Dieses sportliche Kräftemessen am frühen Mittag eines jeden 24. Dezember, das stets mit einem gemütlichen Beisammensein zwischen den Strafgefangenen und ihren Gästen endet, hat in all den Jahrzehnten immer der Polizeisportverein für sich entschieden. „Diesmal wollen wir gewinnen“, kündigt Sebastian R. mit der nötigen Portion Trotz und Überzeugung in der Stimme an.

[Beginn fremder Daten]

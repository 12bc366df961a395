import { type Problem, say } from '../../../core/problem.ts';
import { t } from '../words/t.ts';
import type { Disagreement } from './takeover.ts';

/** A state of the page in which there is nothing to show: one sentence, and one thing to do. */
export interface Note {
  readonly state: 'loading' | 'damaged' | 'not-downloaded' | 'too-large' | 'settings' | 'gone' | 'disagrees' | 'failed';
  readonly text: string;
  readonly action: 'again' | 'settings' | null;
}

/** The state that a problem puts the page into. Problems say themselves what to do, in their last sentence. */
export function noteOf(problem: Problem): Note {
  const text = say(problem);
  switch (problem.code) {
    case 'not-downloaded':
      return { state: 'not-downloaded', text, action: 'again' };
    case 'extent-out-of-range':
    case 'too-much-memory':
      return { state: 'too-large', text, action: 'again' };
    case 'unexpected':
    case 'source-unreadable':
      return { state: 'failed', text, action: 'again' };
    default:
      return { state: 'damaged', text, action: 'again' };
  }
}

export function loadingNote(): Note {
  return { state: 'loading', text: t('Reading the file …'), action: null };
}

export function goneNote(name: string): Note {
  return { state: 'gone', text: t('{name} is no longer there. It is shown as it was.', { name }), action: 'again' };
}

/** The host's first print and the page's own are not the same. */
export function disagreementNote({ count, all }: Disagreement): Note {
  const values = { count, all };
  const text = t(
    'The print made beside the file and the one made here differ in {count} of {all} codes. Either the file changed meanwhile or it did not come whole.',
    values,
  );
  return { state: 'disagrees', text, action: 'again' };
}

/** Settings that cannot be read: their first problem. */
export function settingsNote(problem: Problem | undefined): Note {
  const text = problem === undefined ? t('The settings cannot be read.') : say(problem);
  return { state: 'settings', text, action: 'settings' };
}
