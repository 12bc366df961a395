import { Adler } from '../adler.ts';
import { BitWriter } from './bits.ts';

/** Finds and writes the tokens of blocks: bytes, and runs of the byte before. Every one makes the same bytes; they differ in
 *  time. */
export interface Tokens {
  /** Room for one block after another. */
  open(): TokenWriter;
}

export interface TokenWriter {
  /** The block that is to be filled in, BLOCK_BYTES. */
  readonly block: Uint8Array;
  /** What a block becomes, at most OUT_BYTES. */
  readonly out: Uint8Array;
  /** How often each token stands in the first `bytes` bytes of the block, TOKENS numbers; valid until the next call. */
  count(bytes: number, zeros: ShortestRun): Uint32Array;
  /** Writes the tokens of those bytes, and the end, behind the first `bit` bits of `out`, and answers where they end, in bits.
   *  Each token has its bits in the low 24 of a number, the first lowest, and their count in the high 8. */
  write(bytes: number, zeros: ShortestRun, codes: Uint32Array, bit: number): number;
  /** Adler-32 of what went by, of which `sum` is that of what came before the block; 1 at first. [RFC1950, 8.2] */
  sum(bytes: number, sum: number): number;
  /** Nothing is written any more. */
  close(): void;
}

/** A token is a byte, the end of the block, or a run of 3..LONGEST_RUN, which is RUN and its length. */
export const END = 256;
export const RUN = 254;
export const LONGEST_RUN = 258;
export const TOKENS = RUN + LONGEST_RUN + 1;

/** Bytes of the shortest run that is written as one; of zeros, of which row filters leave most, 5 where their code is short: with 3, as the
 *  format allows, painted art and masks come out 0.2-1.5 % larger, and with 5 sprites half a percent (measured). */
export type ShortestRun = 3 | 5;
const SHORTEST_RUN: ShortestRun = 3;

/** What is coded by codes of its own; 64 KiB gain up to 0.8 % over 16 KiB, and more gain next to nothing (measured). No more than a stored
 *  block holds, in whole vectors. [RFC1951, 3.2.4] */
export const BLOCK_BYTES = 65520;

/** A block is stored as it is where its codes would need more; the last number that is written may lie a little behind. */
export const OUT_BYTES = BLOCK_BYTES + 64;

/** The readable reference, and what runs where WebAssembly does not. */
export const plainTokens: Tokens = {
  open() {
    const block = new Uint8Array(BLOCK_BYTES);
    const out = new Uint8Array(OUT_BYTES);
    const counts = new Uint32Array(TOKENS);
    return {
      block,
      out,
      count(bytes, zeros) {
        counts.fill(0);
        for (let at = 0; at < bytes; ) {
          const run = runAt(block, at, bytes, zeros);
          counts[run === 0 ? block[at] : RUN + run]++;
          at += run || 1;
        }
        counts[END] = 1;
        return counts;
      },
      write(bytes, zeros, codes, bit) {
        const writer = new BitWriter(out, bit);
        for (let at = 0; at < bytes; ) {
          const run = runAt(block, at, bytes, zeros);
          const code = codes[run === 0 ? block[at] : RUN + run];
          writer.put(code & 0xffffff, code >>> 24);
          at += run || 1;
        }
        writer.put(codes[END] & 0xffffff, codes[END] >>> 24);
        return writer.end();
      },
      sum(bytes, sum) {
        const adler = new Adler(sum);
        adler.add(block.subarray(0, bytes));
        return adler.sum;
      },
      close() {},
    };
  },
};

/** Bytes from `at` on that repeat the one before; 0 where they are fewer than a run has. A block knows nothing of the one before. */
function runAt(block: Uint8Array, at: number, bytes: number, zeros: ShortestRun): number {
  if (at === 0) return 0;
  const byte = block[at - 1];
  const end = Math.min(bytes, at + LONGEST_RUN);
  let to = at;
  while (to < end && block[to] === byte) to++;
  return to - at < (byte === 0 ? zeros : SHORTEST_RUN) ? 0 : to - at;
}
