/** How a surface that faces the camera is looked at. */
export interface Outlook {
  /** Texels of level 0 per meter of surface. */
  readonly texelsPerMeter: number;
  /** Vertical field of view in degrees. */
  readonly fovY: number;
  /** Pixels. */
  readonly screenHeight: number;
}

/** Level of detail at a distance in meters: the logarithm of the texels that one pixel steps over. Below 0 the texture is
 *  magnified. No bias, no anisotropy.  [Vulkan, LOD Operation, with m_x = m_y = rho] */
export function lodAt(distance: number, outlook: Outlook): number {
  return Math.log2(distance * texelsPerPixelMeter(outlook));
}

/** The distance in meters at which a surface is seen at a level of detail. */
export function distanceOf(lod: number, outlook: Outlook): number {
  return 2 ** lod / texelsPerPixelMeter(outlook);
}

/** Level of detail of `texels` spread over `pixels`.  [Vulkan, Scale Factor Operation] */
export function lodOfRatio(texels: number, pixels: number): number {
  return Math.log2(texels / pixels);
}

/** Texels that a pixel steps over, for each meter of distance: a screen of height H shows 2 d tan(fov / 2) meters. */
function texelsPerPixelMeter({ texelsPerMeter, fovY, screenHeight }: Outlook): number {
  return (texelsPerMeter * 2 * Math.tan((fovY * Math.PI) / 360)) / screenHeight;
}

Knapp 100 Vollzugsbedienstete kümmern sich 57 Inhaftierte

Beatrix Mühlhans ist die stellvertretende Leiterin der Sozialtherapeutischen Anstalt an der Munckelstraße in der Gelsenkirchener Altstadt.
Beatrix Mühlhans ist die stellvertretende Leiterin der Sozialtherapeutischen Anstalt an der Munckelstraße in der Gelsenkirchener Altstadt. © Michael Korte

In der „Sotha“ mit ihren knapp 100 Vollzugsbediensteten sind laut Beatrix Mühlhans, der stellvertretenden Anstaltsleiterin, derzeit 57 Inhaftierte und Sicherungsverwahrte untergebracht. Diese leiden unter Persönlichkeitsdefiziten. Genau deshalb sitzen sie ihre Strafe in der Einrichtung in der Gelsenkirchener Altstadt ab, die sich auf die Betreuung dieser Menschen spezialisiert hat. „Wir haben Borderliner unter unseren Inhaftierten, aber auch Menschen, die ohne jede Regel- und Wertevermittlung aufgewachsen sind“, sagt Mühlhans. Sie alle durchlaufen während ihres Aufenthalts in der „Sotha“ zahlreiche therapeutische Angebote. Ein Baustein in diesem Konzept ist der Sport. Die Teilnahme an diesen Kursen ist für alle verpflichtend.

Vom Sportmuffel zum Enthusiasten

„Als ich vor vier Jahren hierher gekommen bin, habe ich mich überhaupt nicht für Sport interessiert. Inzwischen trainiere ich an sechs Tagen in der Woche“, erzählt Sebastian R., der 2014 wegen einer Gewaltstraftat zu einer zehnjährigen Gefängnisstrafe verurteilt wurde. Mehr Details zu seiner Tat will er in der Öffentlichkeit nicht erzählen. Seit 2016 ist er nun in der „Sotha“ inhaftiert, nachdem er die ersten zwei Jahre in insgesamt vier anderen Justizvollzugsanstalten verbracht hatte. „Durch den Zugang zum Sport, der mir hier aufgezeigt wurde, bin ich nicht nur viel fitter geworden. Ich bin auch ausgeglichener, kontrollierter und disziplinierter als zuvor“, ordnet sich der Gefangene selbst ein.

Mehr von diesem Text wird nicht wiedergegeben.